La monumentalità della sepoltura e la qualità degli oggetti di corredo rimarcano l’alto status sociale della defunta, ulteriormente esaltato dalla presenza di moneta aurea – un solido, per la precisione – coniata dall’imperatore d’Oriente Zenone (476-491). Risalente a un’epoca precedente rispetto a quello della sepoltura, rappresentava verosimilmente un oggetto prezioso tesaurizzato dalla famiglia della donna e deposto nella sua tomba come dono funebre di grande prestigio, secondo un’abitudine che si riscontra in altre sepolture longobarde di fine VI-inizio VII secolo.

Le altre due tombe musealizzate, entrambe di fine VI secolo, appartenevano invece a due individui infantili. Si tratta di corredi composti da elementi di prestigio quali vasellame in vetro (una bottiglia e due bicchieri a calice) e, anche in questo caso, monili preziosi.

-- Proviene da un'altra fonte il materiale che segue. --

/** Same doubt of several runs once; notes stay on the run's own page. */
function rowCautions(
  included: readonly ReducedRun[],
  leftOut: readonly ReducedRun[],
  own: readonly Caution[],
): Caution[] {
  const found: Caution[] = [...own]
  for (const { reduction, run } of included)
    if (reduction !== null)
      for (const caution of allCautions(reduction))
        if (caution.severity !== 'note')
          found.push(
            included.length > 1
              ? { ...caution, tag: `${run.code}: ${caution.tag}`, sentence: `${run.code}: ${caution.sentence}` }
              : caution,
          )
  for (const { reduction, run } of leftOut)
    if (reduction !== null)
      for (const caution of allCautions(reduction))
        if (!mayCountWith([caution]))
          found.push({ ...caution, tag: `${run.code}: ${caution.tag}`, sentence: `${run.code}: ${caution.sentence}` })
  const seen = new Set<string>()
  return found.filter((caution) => {
    const key = `${caution.code} ${caution.tag}`
    if (seen.has(key)) return false
    seen.add(key)
    return true
  })
}

interface Prepared {
  readonly row: RankingRow
  readonly numbers: SampleNumbers | null
  readonly merit: Estimate | null
}
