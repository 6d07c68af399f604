import { eq } from 'drizzle-orm'
import { afterAll, beforeAll, beforeEach, expect, test, vi } from 'vitest'
import { POST as postPerson } from '@/app/api/v1/people/route'
import { POST as postRun } from '@/app/api/v1/runs/route'
import { getDatabase, type OpenDatabase } from '@/db/client'
import type * as peopleMutations from '@/db/mutations/people'
import { idempotencyKeys, runs, users } from '@/db/schema'
import { createToken } from '@/lib/access/tokens'
import type * as session from '@/lib/auth/session'
import { freshDatabase } from '@/tests/support/fresh-database'
import { makeLaboratory } from '@/tests/support/make-laboratory'

vi.mock('@/lib/auth/session', async (original) => ({
  ...(await original<typeof session>()),
  readSessionSecret: async () => null,
}))
/** The process dies when the change is committed and its answer is about to be kept. */
const death = vi.hoisted(() => ({ isNear: false }))
vi.mock('@/db/mutations/people', async (original) => {
  const real = await original<typeof peopleMutations>()
  return {
    ...real,
    storeIdempotentAnswer: async (...given: Parameters<typeof real.storeIdempotentAnswer>) => {
      if (death.isNear) throw new Error('killed')
      return real.storeIdempotentAnswer(...given)
    },
  }
})

let opened: OpenDatabase
let lab: Awaited<ReturnType<typeof makeLaboratory>>
let secret: string
beforeAll(async () => {
  opened = await freshDatabase()
  lab = await makeLaboratory()
  const token = await createToken(lab.admin, {
    name: 'script',
    scopes: ['read', 'intake', 'write'],
    campaignId: null,
    validDays: 1,
  })
  secret = token.secret
})
afterAll(() => opened.close())
beforeEach(() => {
  death.isNear = false
})

const post = (path: string, key: string, body: unknown) =>
  new Request(`http://localhost:3000/api/v1${path}`, {
    method: 'POST',
    headers: { Authorization: `Bearer ${secret}`, 'Content-Type': 'application/json', 'Idempotency-Key': key },
    body: JSON.stringify(body),
  })
const runCount = async () => (await (await getDatabase()).select({ id: runs.id }).from(runs)).length

test('a run whose answer was lost is answered as it would have been the first time, and is there once', async () => {
  const before = await runCount()
  const body = lab.own.runInput({ notes: 'over a bad connection' })
  death.isNear = true
  expect((await postRun(post('/runs', 'lost-run-key', body))).status).toBe(500)
  expect(await runCount()).toBe(before + 1)
  death.isNear = false
  const again = await postRun(post('/runs', 'lost-run-key', body))
  expect(again.status).toBe(201)
  const run: { id: string; notes: string } = await again.json()
  const [row] = await (await getDatabase()).select().from(runs).where(eq(runs.id, run.id))
  expect([row?.notes, run.notes]).toEqual(['over a bad connection', 'over a bad connection'])
  expect([again.headers.get('etag'), again.headers.get('location')]).toEqual([
    `W/"${run.id}.1"`,
    `/api/v1/runs/${run.id}`,
  ])
  // and so it is from the answer that is kept now
  const third = await postRun(post('/runs', 'lost-run-key', body))
  expect([third.status, third.headers.get('etag'), await third.json()]).toEqual([201, again.headers.get('etag'), run])
  expect(await runCount()).toBe(before + 1)
})

test('an invitation whose answer was lost is not made twice, and no code that opens nothing is given out', async () => {
  const body = { email: 'lost@example.test', displayName: 'Lost', role: 'researcher' }
  death.isNear = true
  expect((await postPerson(post('/people', 'lost-person-key', body))).status).toBe(500)
  death.isNear = false
  for (let n = 0; n < 2; n++) {
    const again = await postPerson(post('/people', 'lost-person-key', body))
    expect(again.status).toBe(409)
    const said = await again.text()
    expect(said).toContain('This was done with the first request.')
    expect(said).not.toContain('code_')
  }
  const db = await getDatabase()
  expect(await db.select().from(users).where(eq(users.email, body.email))).toHaveLength(1)
  expect(JSON.stringify(await db.select().from(idempotencyKeys))).not.toContain('code_')
})
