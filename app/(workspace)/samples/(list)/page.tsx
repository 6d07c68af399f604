import Link from 'next/link'
import { showOrNotFound } from '@/app/_show-or-not-found'
import { DataTable } from '@/components/ui/data-table'
import { EmptyState } from '@/components/ui/empty-state'
import { LinkButton } from '@/components/ui/link-button'
import { PageBody } from '@/components/ui/page-body'
import { PageHead } from '@/components/ui/page-head'
import { requireActor } from '@/lib/access/actor'
import { listSamples } from '@/lib/access/samples'
import { formatQuantity } from '@/lib/analysis/units/format-quantity'
import { can } from '@/lib/policy/can'

export const metadata = { title: 'Samples' }

export default async function SamplesPage() {
  const actor = await requireActor()
  const samples = await showOrNotFound(listSamples(actor))
  const add = can.addSample(actor) ? (
    <LinkButton href="/samples/new" kind={samples.length === 0 ? 'main' : 'plain'}>
      New sample
    </LinkButton>
  ) : null
  return (
    <>
      <PageHead
        title="Samples"
        meta="What is tested, with lots and site counts."
        actions={samples.length === 0 ? null : add}
      />
      <PageBody>
        {samples.length === 0 ? (
          <EmptyState title="No sample yet" action={add}>
            A sample is one material. Its lots, site counts and all its runs are kept with it, across campaigns.
          </EmptyState>
        ) : (
          <DataTable
            caption="Samples"
            rows={samples}
            rowKey={(row) => row.id}
            columns={[
              {
                key: 'code',
                head: 'Code',
                isRowHead: true,
                className: 'whitespace-nowrap',
                cell: (row) => <Link href={`/samples/${row.id}`}>{row.code}</Link>,
              },
              { key: 'name', head: 'Name', cell: (row) => row.name },
              { key: 'composition', head: 'Composition', cell: (row) => row.composition },
              { key: 'metal', head: 'Active metal', cell: (row) => row.activeMetal ?? '' },
              {
                key: 'content',
                head: 'Metal',
                unit: 'wt%',
                isNumber: true,
                cell: (row) =>
                  row.metalMassFraction === null
                    ? ''
                    : formatQuantity(row.metalMassFraction, 'fraction', { unit: '%', significantDigits: 3 }).replace(
                        ' %',
                        '',
                      ),
              },
            ]}
          />
        )}
      </PageBody>
    </>
  )
}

Uno dei calici di vetro delle tombe infantili (foto: Elena Percivaldi)

In una delle due tombe (Tomba 56) era stata deposta una bellissima croce pettorale in oro. Nell’altra (Tomba 63), appartenente a una bambina, la defunta era stata sepolta abbigliata con il costume tradizionale longobardo, di cui restano l’ago crinale in argento e diverse fibule: una a S a forma di rapace, due del tipo “a staffa” – una delle quali con catenelle per l’aggancio di ulteriori oggetti – e una a forma di rosetta. La bimba indossava anche una collana in perle di vetro colorate e un bracciale, anch’esso in vaghi vitrei. Tutti elementi, anche questi, che confermano l’alto rango degli individui inumati.

A presentare i ricchi reperti e a “restituirli” alla collettività sono stati il soprintendente Gabriele Barucca, il funzionario archeologo competente per il territorio, Simone Sestito, e la funzionaria archeologa Stefania Iorio, direttrice dello scavo all’epoca del ritrovamento dei reperti. Con loro a inaugurare ufficialmente le teche anche Gianluca Mete, conservatore dal 2017 del Museo Laus Pompeia e anch’egli tra gli artefici del ritrovamento.

“Sui reperti ci sono ancora diversi aspetti da approfondire, legati ai corredi e a ogni singolo oggetto”, spiega Mete. “Il nostro museo, l’unico di tipo archeologico del Lodigiano, è un museo vivo e in questi anni ha implementato aperture costanti e arricchito la collezione. Ma questo è solo l’inizio”, promette l’archeologo. La presentazione al pubblico dei reperti longobardi delle tombe di Corte Bassa rappresenta quindi l’avvio di un percorso di studio, valorizzazione e divulgazione che terrà impegnato il Museo per i prossimi anni. Anche perché grazie ai fondi pubblici – 1,1 milioni di euro – assegnati nell’ambito dei Grandi Progetti Beni Culturali, sarà realizzato, proprio nell’area degli scavi di Santa Maria e del Museo, un nuovo grande Parco Archeologico.